* **About this task**: Lines holding the string "createColumnHelper" in the listing below are to be copied.
BEGIN
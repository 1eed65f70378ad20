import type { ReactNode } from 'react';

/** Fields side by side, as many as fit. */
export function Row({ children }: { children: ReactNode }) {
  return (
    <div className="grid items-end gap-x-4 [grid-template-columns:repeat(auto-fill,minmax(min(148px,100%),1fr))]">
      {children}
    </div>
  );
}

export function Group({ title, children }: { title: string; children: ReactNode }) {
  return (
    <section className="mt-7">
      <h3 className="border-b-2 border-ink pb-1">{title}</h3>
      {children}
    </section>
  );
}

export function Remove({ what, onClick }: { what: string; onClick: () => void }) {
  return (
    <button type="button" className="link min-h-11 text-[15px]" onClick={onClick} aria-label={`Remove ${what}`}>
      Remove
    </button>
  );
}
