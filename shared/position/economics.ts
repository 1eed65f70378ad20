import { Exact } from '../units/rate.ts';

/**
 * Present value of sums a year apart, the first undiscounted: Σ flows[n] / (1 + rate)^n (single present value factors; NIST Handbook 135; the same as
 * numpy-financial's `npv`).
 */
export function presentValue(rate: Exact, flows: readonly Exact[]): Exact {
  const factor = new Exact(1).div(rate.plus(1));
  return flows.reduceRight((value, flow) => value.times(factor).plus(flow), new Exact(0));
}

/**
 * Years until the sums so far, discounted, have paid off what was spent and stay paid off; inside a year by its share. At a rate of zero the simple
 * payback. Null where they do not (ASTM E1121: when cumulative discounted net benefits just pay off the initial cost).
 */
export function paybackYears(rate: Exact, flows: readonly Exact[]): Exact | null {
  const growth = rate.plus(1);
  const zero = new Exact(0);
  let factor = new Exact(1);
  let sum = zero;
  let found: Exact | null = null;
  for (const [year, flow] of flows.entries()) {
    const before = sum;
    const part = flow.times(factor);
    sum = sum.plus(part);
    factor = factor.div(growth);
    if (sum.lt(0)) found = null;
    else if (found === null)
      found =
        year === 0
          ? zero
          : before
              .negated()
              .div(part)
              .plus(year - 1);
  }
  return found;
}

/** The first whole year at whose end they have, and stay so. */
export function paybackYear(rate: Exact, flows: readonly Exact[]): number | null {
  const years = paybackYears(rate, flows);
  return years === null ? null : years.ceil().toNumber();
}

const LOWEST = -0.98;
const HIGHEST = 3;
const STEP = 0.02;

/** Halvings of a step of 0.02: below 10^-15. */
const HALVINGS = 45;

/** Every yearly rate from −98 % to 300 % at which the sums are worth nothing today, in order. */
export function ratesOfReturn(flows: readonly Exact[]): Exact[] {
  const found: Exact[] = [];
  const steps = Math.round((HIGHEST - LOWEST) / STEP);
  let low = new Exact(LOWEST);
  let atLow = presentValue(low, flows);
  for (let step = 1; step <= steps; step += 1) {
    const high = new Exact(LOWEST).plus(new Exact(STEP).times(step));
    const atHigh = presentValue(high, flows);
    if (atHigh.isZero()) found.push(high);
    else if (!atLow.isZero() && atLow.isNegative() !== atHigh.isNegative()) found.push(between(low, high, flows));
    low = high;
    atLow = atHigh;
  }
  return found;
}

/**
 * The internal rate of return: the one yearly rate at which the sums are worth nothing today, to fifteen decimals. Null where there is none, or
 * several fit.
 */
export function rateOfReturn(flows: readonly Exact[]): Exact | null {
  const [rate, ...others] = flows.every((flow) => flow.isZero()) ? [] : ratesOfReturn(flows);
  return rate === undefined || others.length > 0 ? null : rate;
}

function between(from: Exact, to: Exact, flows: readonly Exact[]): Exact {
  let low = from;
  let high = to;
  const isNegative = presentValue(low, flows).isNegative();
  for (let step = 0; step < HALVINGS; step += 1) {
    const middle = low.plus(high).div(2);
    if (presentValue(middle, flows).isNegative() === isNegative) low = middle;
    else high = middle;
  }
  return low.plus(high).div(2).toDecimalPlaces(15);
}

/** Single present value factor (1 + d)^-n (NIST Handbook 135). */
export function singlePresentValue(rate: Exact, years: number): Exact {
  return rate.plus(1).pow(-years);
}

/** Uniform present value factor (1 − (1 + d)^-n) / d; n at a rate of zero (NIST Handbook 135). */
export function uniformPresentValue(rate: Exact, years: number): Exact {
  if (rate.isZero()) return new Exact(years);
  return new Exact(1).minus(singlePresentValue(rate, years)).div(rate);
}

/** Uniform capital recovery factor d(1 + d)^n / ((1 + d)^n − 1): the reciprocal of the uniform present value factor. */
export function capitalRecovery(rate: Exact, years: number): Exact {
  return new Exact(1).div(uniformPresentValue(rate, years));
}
END
BEGIN
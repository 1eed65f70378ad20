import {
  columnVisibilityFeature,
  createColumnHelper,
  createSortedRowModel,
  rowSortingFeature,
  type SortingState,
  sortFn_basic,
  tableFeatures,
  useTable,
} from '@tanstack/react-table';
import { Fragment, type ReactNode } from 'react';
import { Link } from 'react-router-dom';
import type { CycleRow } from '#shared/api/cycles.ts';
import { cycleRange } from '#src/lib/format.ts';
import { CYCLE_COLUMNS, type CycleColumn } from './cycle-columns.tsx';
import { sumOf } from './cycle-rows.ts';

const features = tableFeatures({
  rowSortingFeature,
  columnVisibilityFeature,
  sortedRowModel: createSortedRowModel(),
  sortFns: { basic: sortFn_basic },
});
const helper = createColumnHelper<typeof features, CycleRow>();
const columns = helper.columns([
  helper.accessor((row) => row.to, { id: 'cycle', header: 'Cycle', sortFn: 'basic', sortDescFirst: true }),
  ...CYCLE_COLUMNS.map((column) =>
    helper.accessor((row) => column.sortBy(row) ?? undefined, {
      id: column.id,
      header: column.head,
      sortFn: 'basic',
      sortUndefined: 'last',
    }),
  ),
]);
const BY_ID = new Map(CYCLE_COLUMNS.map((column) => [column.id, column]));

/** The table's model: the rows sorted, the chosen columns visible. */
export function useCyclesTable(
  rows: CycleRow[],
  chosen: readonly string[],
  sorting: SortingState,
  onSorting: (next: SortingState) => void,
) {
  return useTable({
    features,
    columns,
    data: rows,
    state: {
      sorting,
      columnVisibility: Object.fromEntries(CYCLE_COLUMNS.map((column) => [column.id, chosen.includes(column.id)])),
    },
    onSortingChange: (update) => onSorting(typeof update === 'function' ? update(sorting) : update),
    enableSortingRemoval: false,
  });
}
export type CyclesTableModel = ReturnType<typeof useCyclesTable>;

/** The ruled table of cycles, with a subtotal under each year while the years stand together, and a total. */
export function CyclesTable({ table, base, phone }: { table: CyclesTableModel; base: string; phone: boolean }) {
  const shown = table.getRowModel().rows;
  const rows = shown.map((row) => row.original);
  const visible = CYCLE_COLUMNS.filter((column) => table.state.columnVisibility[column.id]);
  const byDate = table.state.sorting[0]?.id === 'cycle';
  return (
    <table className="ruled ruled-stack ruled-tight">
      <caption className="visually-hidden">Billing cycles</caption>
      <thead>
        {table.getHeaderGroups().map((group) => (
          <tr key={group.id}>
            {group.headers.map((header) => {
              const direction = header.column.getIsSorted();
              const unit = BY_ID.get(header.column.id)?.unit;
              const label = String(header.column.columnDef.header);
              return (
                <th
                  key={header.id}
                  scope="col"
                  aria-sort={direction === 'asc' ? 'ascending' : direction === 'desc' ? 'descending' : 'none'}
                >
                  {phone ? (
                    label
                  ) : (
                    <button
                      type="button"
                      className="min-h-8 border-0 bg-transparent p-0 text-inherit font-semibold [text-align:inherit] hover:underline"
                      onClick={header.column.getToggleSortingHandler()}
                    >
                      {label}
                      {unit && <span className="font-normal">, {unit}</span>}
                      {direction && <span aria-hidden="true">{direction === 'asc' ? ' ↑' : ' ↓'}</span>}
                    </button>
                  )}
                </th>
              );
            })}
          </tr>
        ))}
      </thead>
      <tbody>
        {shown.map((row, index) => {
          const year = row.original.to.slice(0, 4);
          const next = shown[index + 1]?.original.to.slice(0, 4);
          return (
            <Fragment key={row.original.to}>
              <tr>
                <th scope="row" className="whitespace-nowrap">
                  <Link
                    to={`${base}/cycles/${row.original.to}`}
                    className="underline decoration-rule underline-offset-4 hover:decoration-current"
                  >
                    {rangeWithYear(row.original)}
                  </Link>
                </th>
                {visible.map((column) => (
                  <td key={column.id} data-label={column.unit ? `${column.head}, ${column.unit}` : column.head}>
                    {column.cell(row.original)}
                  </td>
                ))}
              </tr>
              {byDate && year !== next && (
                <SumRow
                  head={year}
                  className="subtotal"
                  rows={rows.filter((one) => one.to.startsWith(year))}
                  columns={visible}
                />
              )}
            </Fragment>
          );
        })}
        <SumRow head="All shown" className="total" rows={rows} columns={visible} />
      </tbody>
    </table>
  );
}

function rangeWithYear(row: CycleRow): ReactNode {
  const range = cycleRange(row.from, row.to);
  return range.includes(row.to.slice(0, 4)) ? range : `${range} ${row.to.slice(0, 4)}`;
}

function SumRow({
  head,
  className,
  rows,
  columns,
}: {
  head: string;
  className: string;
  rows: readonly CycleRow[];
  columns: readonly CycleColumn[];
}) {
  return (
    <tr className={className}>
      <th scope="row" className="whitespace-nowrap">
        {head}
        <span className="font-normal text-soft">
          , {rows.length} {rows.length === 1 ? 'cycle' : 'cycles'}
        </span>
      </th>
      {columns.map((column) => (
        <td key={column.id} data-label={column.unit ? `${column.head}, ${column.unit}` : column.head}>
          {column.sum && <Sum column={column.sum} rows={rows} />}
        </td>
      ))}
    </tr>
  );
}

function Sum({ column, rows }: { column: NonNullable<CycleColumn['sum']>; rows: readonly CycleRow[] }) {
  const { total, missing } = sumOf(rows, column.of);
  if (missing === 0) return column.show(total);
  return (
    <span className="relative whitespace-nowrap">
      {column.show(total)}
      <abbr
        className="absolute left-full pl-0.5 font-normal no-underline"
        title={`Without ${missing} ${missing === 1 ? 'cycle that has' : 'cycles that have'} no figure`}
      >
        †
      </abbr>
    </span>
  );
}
END
* **Task answer**:
  createColumnHelper,
const helper = createColumnHelper<typeof features, CycleRow>();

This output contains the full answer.